Menurut Asep Kamali, PKB merupakan partai yang perolehan suaranya tengah naik daun di Pemilu 2024.
“Sehingga menjadi momentum baik untuk unjuk gigi di Pilbup Pandeglang. Tetapi kalau PKB tidak memanfaatkan momentum ini maka akan terlewatkan,” katanya kepada RADARBANTEN.CO.ID, melalui sambungan telepon selular, Jumat, 5 Juli 2024.
Asep berpendapat, momentum sangat baik itu sulit untuk menciptakan kembali dan mencarinya. Kalaupun ada kesempatan itu perlu menunggu waktu lima tahun baik Pemilu maupun Pilkada.
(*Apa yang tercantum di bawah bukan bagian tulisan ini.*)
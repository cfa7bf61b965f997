/**
 * Mismatch by Pelgrom's law (Pelgrom, Duinmaijer & Welbers, IEEE JSSC 24(5),
 * 1433–1440, 1989): closed forms against the Monte Carlo core, the gate area
 * for a target offset, the typed errors, and the seeded, streaming sampler.
 * Cards and circuits are invented.
 */
import { describe, expect, it } from "vitest";
import { analyzeStage } from "../lib/bias/analyze.js";
import { gateAreaForOffset, maxKeptBytes, mirrorError, mismatchMonteCarlo, pairOffset, pelgrom } from "../lib/bias/mismatch.js";
import type { Stage } from "../lib/bias/topology.js";
import type { DeviceCard } from "../lib/device/card.js";
import { InputError } from "../lib/errors.js";
import { amperesPerVoltSquared, meters, perVolt, quantity, voltMeters, volts } from "../lib/quantity.js";

const siemensPerAmpere = (x: number) => quantity(x, "inverseVoltageEfficiency");
import { Derivation } from "../lib/record/derivation.js";
import { expectReevaluates } from "./support/reevaluate.js";

// Invented cards: AVt 5 mV·µm and Aβ 1 %·µm (NMOS), 6 mV·µm and 1.5 %·µm (PMOS).
const n: DeviceCard = { name: "demo-n (invented)", polarity: "nmos", kp: amperesPerVoltSquared(200e-6), vt0: volts(0.5), lambda: perVolt(0.05), gamma: 0.4 as DeviceCard["gamma"] & number, phi: volts(0.7), avt: voltMeters(5e-9), abeta: meters(1e-8) };
const p: DeviceCard = { name: "demo-p (invented)", polarity: "pmos", kp: amperesPerVoltSquared(80e-6), vt0: volts(-0.55), lambda: perVolt(0.08), avt: voltMeters(6e-9), abeta: meters(1.5e-8) };
const dev = (card: DeviceCard, w: number, l: number) => ({ card, w: meters(w), l: meters(l) });

const fiveT = (input: DeviceCard, load: DeviceCard): Stage => ({
  topology: "diff-pair-mirror-load",
  device: dev(input, 4e-6, 1e-6),
  devices: { load: dev(load, 2e-6, 2e-6), tail: dev(input, 10e-6, 1e-6) },
  components: input.polarity === "nmos" ? { vcm: 1.6, vtail: 0.9 } : { vcm: 1.4, vtail: 2.4 },
  supplies: { vdd: volts(3.3) },
});

describe("Pelgrom's law", () => {
  it("σ(ΔVt) = AVt/√(WL): 5 mV·µm on a 4 µm × 1 µm pair is 2.5 mV (hand calculation)", () => {
    const rec = new Derivation("pelgrom");
    const s = pelgrom(dev(n, 4e-6, 1e-6), "device", rec);
    // √(4 µm²) = 2 µm; 5 mV·µm / 2 µm = 2.5 mV; 1 %·µm / 2 µm = 0.5 %.
    expect(s.sigmaVt).toBeCloseTo(2.5e-3, 12);
    expect(s.sigmaBeta).toBeCloseTo(0.005, 12);
    expectReevaluates(rec);
  });

  it("AVt missing when mismatch is asked for is an InputError naming the field", () => {
    const bare = { ...n, avt: undefined };
    expect(() => pelgrom(dev(bare, 4e-6, 1e-6), "device")).toThrow(InputError);
    expect(() => pelgrom(dev(bare, 4e-6, 1e-6), "device")).toThrow(/avt/);
    const a = analyzeStage(fiveT(bare, p));
    expect(() => pairOffset(fiveT(bare, p), a)).toThrow(/Pelgrom threshold coefficient avt/);
  });

  it("a negative AVt on the card is refused where the card is checked", () => {
    expect(() => analyzeStage({ ...fiveT(n, p), device: dev({ ...n, avt: voltMeters(-1e-9) }, 4e-6, 1e-6) })).toThrow(/avt/);
  });
});

describe("input-referred offset: closed form against Monte Carlo (10⁵ samples, within 3 %)", () => {
  for (const [inp, ld] of [
    [n, p],
    [p, n],
  ] as const)
    it(`five-transistor amplifier, ${inp.polarity} input`, () => {
      const st = fiveT(inp, ld);
      const a = analyzeStage(st);
      expect(a.region).toBe("saturation");
      const rec = new Derivation("offset");
      const closed = pairOffset(st, a, rec);
      expectReevaluates(rec);
      const mc = mismatchMonteCarlo(st as never, a, { samples: 100_000, seed: 11 });
      const off = mc.figures[0]!;
      expect(Math.abs(off.sigma / closed.sigma - 1)).toBeLessThan(0.03);
      expect(Math.abs(off.mean)).toBeLessThan(4 * (off.sigma / Math.sqrt(1e5)) + 0.02 * off.sigma);
      // The load's ΔVt share is (gm3/gm1)²·σ3² of the total: the ranking must agree with the closed form's largest share.
      const top = off.sensitivity[0]!.variable;
      const biggest = Object.entries(closed.shares).sort((x, y) => y[1] - x[1])[0]![0];
      const expectDevice = biggest.startsWith("input") ? /^M[12] / : /^M[34] /;
      expect(top).toMatch(expectDevice);
    });

  it("resistive pair with an ideal tail: only the input pair contributes", () => {
    const st: Stage = { topology: "diff-pair", device: dev(n, 8e-6, 2e-6), components: { rd: 20e3, vcm: 1.2, itail: 100e-6 }, supplies: { vdd: volts(3.3) } };
    const a = analyzeStage(st);
    const closed = pairOffset(st, a);
    expect(closed.shares.loadVt).toBe(0);
    const mc = mismatchMonteCarlo(st as never, a, { samples: 100_000, seed: 5 });
    expect(Math.abs(mc.figures[0]!.sigma / closed.sigma - 1)).toBeLessThan(0.03);
  });
});

describe("mirror current error", () => {
  it("closed form σ(ΔI/I) = √(σβ² + (gm/ID·σVt)²) against Monte Carlo of the cascode mirror's lower pair", () => {
    const st: Stage = { topology: "cascode-mirror", device: dev(n, 10e-6, 2e-6), devices: { cascode: dev(n, 10e-6, 1e-6) }, components: { iref: 50e-6, vout: 2 }, supplies: { vdd: volts(3.3) } };
    const a = analyzeStage(st);
    const m1 = a.devices!.M1!;
    const gmId = siemensPerAmpere(m1.smallSignal.gm / Math.abs(m1.op.channelCurrent));
    const closed = mirrorError(st.device, gmId);
    const mc = mismatchMonteCarlo(st as never, a, { samples: 100_000, seed: 3, limits: { maxCurrentError: 0.01, outputVoltage: 2 } });
    expect(Math.abs(mc.figures[0]!.sigma / closed - 1)).toBeLessThan(0.03);
    // Yield of |error| ≤ 1 %: the Gaussian fraction within ±0.01/σ.
    const zc = 0.01 / closed;
    const erf = (x: number) => {
      // Abramowitz & Stegun 7.1.26 (accuracy 1.5e-7).
      const t = 1 / (1 + 0.3275911 * Math.abs(x));
      const y = 1 - ((((1.061405429 * t - 1.453152027) * t + 1.421413741) * t - 0.284496736) * t + 0.254829592) * t * Math.exp(-x * x);
      return Math.sign(x) * y;
    };
    expect(mc.checks[0]!.yield).toBeCloseTo(erf(zc / Math.SQRT2), 2);
    expect(mc.checks[1]!.yield).toBe(1);
  });
});

describe("gate area for a target offset", () => {
  it("sizing for σ = 1 mV then Pelgrom on that area returns 1 mV (round trip)", () => {
    const gmId = siemensPerAmpere(10);
    const area = gateAreaForOffset(n, gmId, volts(1e-3));
    // Hand calculation: (5 mV·µm)² + (1 %·µm / 10 V⁻¹)² = 25e-18 + 1e-18 V²m²; over (1 mV)² → 26 µm².
    expect(area / 26e-12).toBeCloseTo(1, 12);
    const side = Math.sqrt(area);
    const s = pelgrom(dev(n, side, side), "device");
    expect(Math.hypot(s.sigmaVt, s.sigmaBeta / gmId)).toBeCloseTo(1e-3, 12);
  });
});

describe("Monte Carlo core", () => {
  const st = fiveT(n, p);
  const a = analyzeStage(st);
  it("is seeded: the same seed gives the same statistics, another seed does not", () => {
    const x = mismatchMonteCarlo(st as never, a, { samples: 2000, seed: 42 });
    const y = mismatchMonteCarlo(st as never, a, { samples: 2000, seed: 42 });
    const z = mismatchMonteCarlo(st as never, a, { samples: 2000, seed: 43 });
    expect(y.figures[0]!.sigma).toBe(x.figures[0]!.sigma);
    expect(z.figures[0]!.sigma).not.toBe(x.figures[0]!.sigma);
  });
  it("global variation moves the tail current and the common-mode range, and the offset only through channel-length modulation", () => {
    const g = mismatchMonteCarlo(st as never, a, { samples: 20_000, seed: 8, nmos: { sigmaVt: 0.02, sigmaK: 0.05 }, pmos: { sigmaVt: 0.02, sigmaK: 0.05 }, limits: { commonModeMin: 1.2, commonModeMax: 2.2 } });
    const tail = g.figures[1]!;
    expect(tail.sensitivity[0]!.variable).toMatch(/NMOS global|M5/);
    // A global shift moves the load diode's VGS, so M1's drain (on the diode) but not M2's (the held output):
    // an offset through channel-length modulation only, 200 times smaller in share with λ 500 times smaller (what remains is at the level of the shares' sampling noise and the square law's second-order terms).
    const globalShare = (r: typeof g) => r.figures[0]!.sensitivity.filter((s) => /global/.test(s.variable)).reduce((x, s) => x + s.share, 0);
    expect(g.figures[0]!.sensitivity[0]!.variable).not.toMatch(/global/);
    expect(globalShare(g)).toBeGreaterThan(0.01);
    const flat = fiveT({ ...n, lambda: perVolt(1e-4) }, { ...p, lambda: perVolt(1.6e-4) });
    const gFlat = mismatchMonteCarlo(flat as never, analyzeStage(flat), { samples: 20_000, seed: 8, nmos: { sigmaVt: 0.02, sigmaK: 0.05 }, pmos: { sigmaVt: 0.02, sigmaK: 0.05 } });
    expect(globalShare(gFlat)).toBeLessThan(globalShare(g) / 50);
    for (const c of g.checks) expect(c.yield).toBeGreaterThanOrEqual(0);
    expect(g.checks.length).toBe(3);
  });
  it("a corner shift of +50 mV on the NMOS threshold moves the lowest input common mode of an ideal-tail pair by exactly +50 mV (same seed)", () => {
    const ideal: Stage = { topology: "diff-pair", device: dev(n, 8e-6, 2e-6), components: { rd: 20e3, vcm: 1.2, itail: 100e-6 }, supplies: { vdd: volts(3.3) } };
    const ai = analyzeStage(ideal);
    const base = mismatchMonteCarlo(ideal as never, ai, { samples: 5000, seed: 2 });
    const slow = mismatchMonteCarlo(ideal as never, ai, { samples: 5000, seed: 2, nmos: { cornerVt: 0.05 } });
    // VIC,min = VSS + Vt1 + √(ISS/k1) with an ideal tail: the threshold shift adds one to one; the offset is unchanged.
    expect(slow.figures[2]!.mean - base.figures[2]!.mean).toBeCloseTo(0.05, 9);
    expect(slow.figures[0]!.sigma).toBeCloseTo(base.figures[0]!.sigma, 12);
  });
  it("sample counts: bad counts and kept samples beyond memory are InputErrors naming the range", () => {
    expect(() => mismatchMonteCarlo(st as never, a, { samples: 1 })).toThrow(/samples from 2 to/);
    expect(() => mismatchMonteCarlo(st as never, a, { samples: 1.5 })).toThrow(InputError);
    expect(() => mismatchMonteCarlo(st as never, a, { samples: 1e9 })).toThrow(/samples from 2 to/);
    const tooMany = Math.floor(maxKeptBytes / 32) + 1;
    expect(() => mismatchMonteCarlo(st as never, a, { samples: tooMany, keep: true })).toThrow(/beyond memory/);
    const k = mismatchMonteCarlo(st as never, a, { samples: 1000, seed: 1, keep: true });
    expect(k.kept!["input-referred offset"]!.length).toBe(1000);
  });
});

describe("Monte Carlo through the device model layer", () => {
  // Invented mobility and EKV cards: the sampler evaluates each device with its own model, so the
  // offset σ must still match the closed form built on the solved gm/ID (a linearisation valid for any model).
  const ekvN: DeviceCard = { ...n, model: "ekv", theta: perVolt(0.2) };
  const ekvP: DeviceCard = { ...p, model: "ekv", theta: perVolt(0.3) };
  const mobN: DeviceCard = { ...n, model: "square-law-mobility", theta: perVolt(0.3) };
  const mobP: DeviceCard = { ...p, model: "square-law-mobility", theta: perVolt(0.4) };
  for (const [label, inp, ld] of [
    ["EKV", ekvN, ekvP],
    ["mobility", mobN, mobP],
    ["EKV, PMOS input", ekvP, ekvN],
  ] as const)
    it(`${label} cards: offset σ within 3 % of the closed form at 10⁵ samples, zero mismatch gives zero offset`, () => {
      const st = fiveT(inp, ld);
      const a = analyzeStage(st);
      expect(a.op.model).toBe(inp.model);
      const closed = pairOffset(st, a);
      const mc = mismatchMonteCarlo(st as never, a, { samples: 100_000, seed: 21 });
      expect(Math.abs(mc.figures[0]!.sigma / closed.sigma - 1)).toBeLessThan(0.03);
      // Without any variation the sampler must return the solved point: offset 0, the solved tail current.
      const quiet = (c: DeviceCard): DeviceCard => ({ ...c, avt: voltMeters(0), abeta: meters(0) });
      const still: Stage = { ...st, device: { ...st.device, card: quiet(inp) }, devices: { load: { ...st.devices!.load!, card: quiet(ld) }, tail: { ...st.devices!.tail!, card: quiet(inp) } } };
      const as = analyzeStage(still);
      const z = mismatchMonteCarlo(still as never, as, { samples: 10, seed: 1 });
      expect(Math.abs(z.figures[0]!.mean)).toBeLessThan(1e-9);
      expect(z.figures[1]!.mean / Math.abs(as.devices!.M5!.op.channelCurrent)).toBeCloseTo(1, 9);
    });

  it("a global k′ shift on an EKV tail moves the tail current by that factor exactly (the current factor scales the model's current)", () => {
    const st = fiveT(ekvN, ekvP);
    const a = analyzeStage(st);
    const base = mismatchMonteCarlo(st as never, a, { samples: 2000, seed: 4 });
    const fast = mismatchMonteCarlo(st as never, a, { samples: 2000, seed: 4, nmos: { cornerK: 0.1 } });
    expect(fast.figures[1]!.mean / base.figures[1]!.mean).toBeCloseTo(1.1, 9);
  });
});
“Khusus di Kabupaten Pandeglang, PKB memperoleh suara tinggi dengan perolehan enam kursi. Sehingga tinggal mencari satu atau dua partai untuk teman koalisi untuk mengikuti kontestasi Pilbup Pandeglang,” katanya.
Apabila berkaca pada Pemilu, sebelumya PKB mengusung kader internal maju di Pilbup Pandeglang berkoalisi dengan Partai Persatuan Pembangunan (PPP).
“Tidak menutup kemungkinan di Pilkada 2024 ini PKB bersama PPP akan kembali membangun koalisi. Untuk bersama-sama menjemput kemenangan yang tertunda,” katanya.
Pada Pilkada tahun ini menjadi momentum karena tidak ada bakal calon incumbent. Jadi semuanya memiliki potensi besar dan porsi sama-sama berjuang menarik hati masyarakat.
“Kader PKB yang saya lihat saat ini serius maju yakni Mulyadi. Yang mana kemarin sudah menjalin komunikasi politik dengan Bakal Calon Bupati Pandeglang Tb Entus Mahmud yang diusung oleh PPP,” katanya.
Apabila dilihat secara track record, Mulyadi pada Pilkada sebelumnya sudah menyalonkan dan mendaftar jalur independen atau perseorangan. Namun belum masuk.
“Dan mencoba jalur partai tapi apa dikata saat itu nasib belum memihak untuk beliau mendaftar,” katanya.
Sedangkan di Pilkada ini, bila berkaca kebelakang bisa saja Mulyadi mendapatkan tiket maju dari PKB. Dikarenakan pada Pileg ia lolos meraih kursi DPRD Kabupaten Pandeglang.
“Tapi saya melihat untuk saat ini PKB kemungkinan belum akan memanfaatkan momentum ini. Kalau tidak memanfaatkan maka PKB akan melewatkan momentum yang baik dari hasil kerja sangat baik kader PKB” katanya.
Lebih lanjut Asep mengungkapan, PKB dan PPP berkoalisi bisa saja terjadi dan lebih bagus lagi apabila gabung Partai NasDem.
“Partai Nasdem saat ini di Kabupaten Pandeglang suaranya juga bagus. Apabila ikut gabung maka akan turut mendongkrak suara di Pilbup Pandeglang,” katanya.